This I Believe

Joe - Burr Ridge, Illinois
Entered on October 1, 2006
Age Group: Under 18

This I Believe

I believe in to just stop thinking it over and stop procrastinating and do it. When I was younger I was chosen to go on stage at Nickelodeon Studios for a game. As they were preparing me and dressing me in a suit I was to busy thinking on what was happening and all the people there and what to do, I told to the lady I wanted to go back and sit down with my parents. As watching the kid that took my place from the audience have a blast on stage sliming other kids and getting slimed I was very disappointed. When I look back and think about it I wish I could have gone on stage, and maybe I would have been in the same place as I am now but I would have had the memory that I got up on stage and got slimed.

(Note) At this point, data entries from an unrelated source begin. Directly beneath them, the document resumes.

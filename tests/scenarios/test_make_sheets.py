"""The vendors' sheets are what their script writes, and say that they are invented."""

from __future__ import annotations

import importlib.util
from pathlib import Path

import openpyxl

SHEETS = Path(__file__).parents[2] / "scenarios" / "sheets"


def cells(path: Path) -> list[tuple[object, ...]]:
    return list(openpyxl.load_workbook(path).active.iter_rows(values_only=True))


def test_same_sheets(tmp_path: Path) -> None:
    spec = importlib.util.spec_from_file_location("make_sheets", SHEETS / "make_sheets.py")
    assert spec
    assert spec.loader
    script = importlib.util.module_from_spec(spec)
    spec.loader.exec_module(script)
    script.write_all(tmp_path)
    kept = {file.name for file in SHEETS.iterdir() if file.suffix not in (".py", ".xlsx") and file.is_file()}
    assert kept == set(script.FILES)
    for name in kept:
        assert (SHEETS / name).read_bytes() == (tmp_path / name).read_bytes()
        assert "invented data" in (SHEETS / name).read_text(encoding="utf-8")
    # A workbook holds the time of writing: its cells are compared.
    assert cells(SHEETS / "mirror_lot.xlsx") == cells(tmp_path / "mirror_lot.xlsx")
    assert "invented data" in str(cells(SHEETS / "mirror_lot.xlsx")[0][0])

Last year I was not going to try out for the Lacrosse team because once again I thought, I thought that I was not going to make it. Until my friend told me to try out the day before try outs, and said what is the worst thing that could happen, so I tried out and I made it and got a lot of playing time too. I did not think about it I just did it. Was I the best absolutely not, but now I love the sport because I just tried out for it, just did it.

If everyone just stopped and thought then our lives would be boring, most of our memories have come from one of your friends doing something fun and crazy or you did something fun or crazy, I mean when your friends stands up on a table and starts dancing you think they thought about it, but to you it was hilarious, and you would never forget it. I have talked myself out of doing really fun things just because I was scared. I regret not doing some of those things because I was afraid of what people would think, but if I did then I would have had so much fun. I would have met so many more people and had so many more fun and memorable experiences if I just did it and not over analyze the situation.

I believe that we would all just have more fun if we just went with our natural reaction instead of thinking it over to many times and eventually talking yourself out of what ever you were planning on doing.